Goal of the exercise: Could you return the entire listing below exactly as written?

Raw data:
━━━━━━━━━━━━━━━━

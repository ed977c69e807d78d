/** An operator-area choice of one site; the empty value means the whole site (label given by the caller). */
import { IdOptions } from "@/app/_components/id-options";

export function AreaSelect({
  value,
  onChange,
  areas,
  emptyLabel,
  className,
  disabled,
}: {
  value: string;
  onChange: (areaId: string) => void;
  areas: { id: number; name: string }[];
  emptyLabel: string;
  className: string;
  disabled?: boolean;
}) {
  return (
    <select value={value} onChange={(e) => onChange(e.target.value)} className={className} disabled={disabled}>
      <option value="">{emptyLabel}</option>
      <IdOptions rows={areas} label="name" />
    </select>
  );
}
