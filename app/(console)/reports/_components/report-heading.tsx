import type { ReactNode } from "react";

/** A report page's title and period on the left, its links (downloads, switches) on the right. */
export function ReportHeading({ title, period, periodTestId, children }: { title: string; period: string; periodTestId?: string; children: ReactNode }) {
  return (
    <div className="flex flex-wrap items-baseline justify-between gap-2">
      <div>
        <h1 className="text-xl font-semibold">{title}</h1>
        <p className="num text-sm text-muted" data-testid={periodTestId}>
          {period}
        </p>
      </div>
      {children}
    </div>
  );
}
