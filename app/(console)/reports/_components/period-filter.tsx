/** GET form for a report's period and filters (no script needed). Server component. */
import type { ReactNode } from "react";
import type { SiteDto } from "@/lib/data/admin/sites";
import { IdOptions } from "@/app/_components/id-options";

const KINDS = ["flow", "level", "temperature", "pressure", "composition", "other"];
const FIELD_CLASS = "rounded border border-line bg-ground px-1 py-0.5 text-sm";

export function PeriodFilter({ action, from, to, siteId, areaId, kind, sites }: { action: string; from: string; to: string; siteId?: number; areaId?: number; kind?: string; sites: SiteDto[] }) {
  return (
    <form method="get" action={action} className="flex flex-wrap items-end gap-3 text-sm" aria-label="Period and filters">
      <label className="flex flex-col text-muted">
        From (UTC day)
        <input type="date" name="from" defaultValue={from} className={FIELD_CLASS} />
      </label>
      <label className="flex flex-col text-muted">
        To (UTC day, included; today so far)
        <input type="date" name="to" defaultValue={to} className={FIELD_CLASS} />
      </label>
      <FilterSelect label="Site" name="siteId" value={siteId} all="all sites">
        <IdOptions rows={sites} label="name" />
      </FilterSelect>
      <FilterSelect label="Area" name="areaId" value={areaId} all="all areas">
        {sites.flatMap((s) =>
          s.areas.map((a) => (
            <option key={a.id} value={a.id}>
              {s.name} · {a.name}
            </option>
          )),
        )}
      </FilterSelect>
      <FilterSelect label="Kind" name="kind" value={kind} all="all kinds">
        {KINDS.map((k) => (
          <option key={k} value={k}>
            {k}
          </option>
        ))}
      </FilterSelect>
      <button type="submit" className="rounded border border-line px-3 py-1">
        Show
      </button>
    </form>
  );
}

/** A labelled select of the GET form; its empty value (worded `all`) means no filter. */
function FilterSelect({ label, name, value, all, children }: { label: string; name: string; value: string | number | undefined; all: string; children: ReactNode }) {
  return (
    <label className="flex flex-col text-muted">
      {label}
      <select name={name} defaultValue={value ?? ""} className={FIELD_CLASS}>
        <option value="">{all}</option>
        {children}
      </select>
    </label>
  );
}
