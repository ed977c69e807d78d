/** The CSV and PDF download links of a period report, after any links of the page's own. Server component. */
import type { ReactNode } from "react";

export function ReportDownloads({ endpoint, params, csvLabel = "Download CSV", pdfLabel = "Download PDF", children }: { endpoint: string; params: URLSearchParams; csvLabel?: string; pdfLabel?: string; children?: ReactNode }) {
  return (
    <span className="flex gap-2 text-sm">
      {children}
      <a href={`${endpoint}?${params}&format=csv`} download className="rounded border border-line px-2 py-0.5">
        {csvLabel}
      </a>
      <a href={`${endpoint}?${params}&format=pdf`} download className="rounded border border-line px-2 py-0.5">
        {pdfLabel}
      </a>
    </span>
  );
}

━━━━━━━━━━━━━━━━

Response for this exercise:
repository ed977c69e807d78d
/** An operator-area choice of one site; the empty value means the whole site (label given by the caller). */
import { IdOptions } from "@/app/_components/id-options";

export function AreaSelect({
  value,
  onChange,
  areas,
  emptyLabel,
  className,
  disabled,
}: {
  value: string;
  onChange: (areaId: string) => void;
  areas: { id: number; name: string }[];
  emptyLabel: string;
  className: string;
  disabled?: boolean;
}) {
  return (
    <select value={value} onChange={(e) => onChange(e.target.value)} className={className} disabled={disabled}>
      <option value="">{emptyLabel}</option>
      <IdOptions rows={areas} label="name" />
    </select>
  );
}
filename app/(console)/reports/_components/report-heading.tsx
import type { ReactNode } from "react";

/** A report page's title and period on the left, its links (downloads, switches) on the right. */
export function ReportHeading({ title, period, periodTestId, children }: { title: string; period: string; periodTestId?: string; children: ReactNode }) {
  return (
    <div className="flex flex-wrap items-baseline justify-between gap-2">
      <div>
        <h1 className="text-xl font-semibold">{title}</h1>
        <p className="num text-sm text-muted" data-testid={periodTestId}>
          {period}
        </p>
      </div>
      {children}
    </div>
  );
}
filename app/(console)/reports/_components/period-filter.tsx
/** GET form for a report's period and filters (no script needed). Server component. */
import type { ReactNode } from "react";
import type { SiteDto } from "@/lib/data/admin/sites";
import { IdOptions } from "@/app/_components/id-options";

const KINDS = ["flow", "level", "temperature", "pressure", "composition", "other"];
const FIELD_CLASS = "rounded border border-line bg-ground px-1 py-0.5 text-sm";

export function PeriodFilter({ action, from, to, siteId, areaId, kind, sites }: { action: string; from: string; to: string; siteId?: number; areaId?: number; kind?: string; sites: SiteDto[] }) {
  return (
    <form method="get" action={action} className="flex flex-wrap items-end gap-3 text-sm" aria-label="Period and filters">
      <label className="flex flex-col text-muted">
        From (UTC day)
        <input type="date" name="from" defaultValue={from} className={FIELD_CLASS} />
      </label>
      <label className="flex flex-col text-muted">
        To (UTC day, included; today so far)
        <input type="date" name="to" defaultValue={to} className={FIELD_CLASS} />
      </label>
      <FilterSelect label="Site" name="siteId" value={siteId} all="all sites">
        <IdOptions rows={sites} label="name" />
      </FilterSelect>
      <FilterSelect label="Area" name="areaId" value={areaId} all="all areas">
        {sites.flatMap((s) =>
          s.areas.map((a) => (
            <option key={a.id} value={a.id}>
              {s.name} · {a.name}
            </option>
          )),
        )}
      </FilterSelect>
      <FilterSelect label="Kind" name="kind" value={kind} all="all kinds">
        {KINDS.map((k) => (
          <option key={k} value={k}>
            {k}
          </option>
        ))}
      </FilterSelect>
      <button type="submit" className="rounded border border-line px-3 py-1">
        Show
      </button>
    </form>
  );
}

/** A labelled select of the GET form; its empty value (worded `all`) means no filter. */
function FilterSelect({ label, name, value, all, children }: { label: string; name: string; value: string | number | undefined; all: string; children: ReactNode }) {
  return (
    <label className="flex flex-col text-muted">
      {label}
      <select name={name} defaultValue={value ?? ""} className={FIELD_CLASS}>
        <option value="">{all}</option>
        {children}
      </select>
    </label>
  );
}
repository ed977c69e807d78d
/** The CSV and PDF download links of a period report, after any links of the page's own. Server component. */
import type { ReactNode } from "react";

export function ReportDownloads({ endpoint, params, csvLabel = "Download CSV", pdfLabel = "Download PDF", children }: { endpoint: string; params: URLSearchParams; csvLabel?: string; pdfLabel?: string; children?: ReactNode }) {
  return (
    <span className="flex gap-2 text-sm">
      {children}
      <a href={`${endpoint}?${params}&format=csv`} download className="rounded border border-line px-2 py-0.5">
        {csvLabel}
      </a>
      <a href={`${endpoint}?${params}&format=pdf`} download className="rounded border border-line px-2 py-0.5">
        {pdfLabel}
      </a>
    </span>
  );
}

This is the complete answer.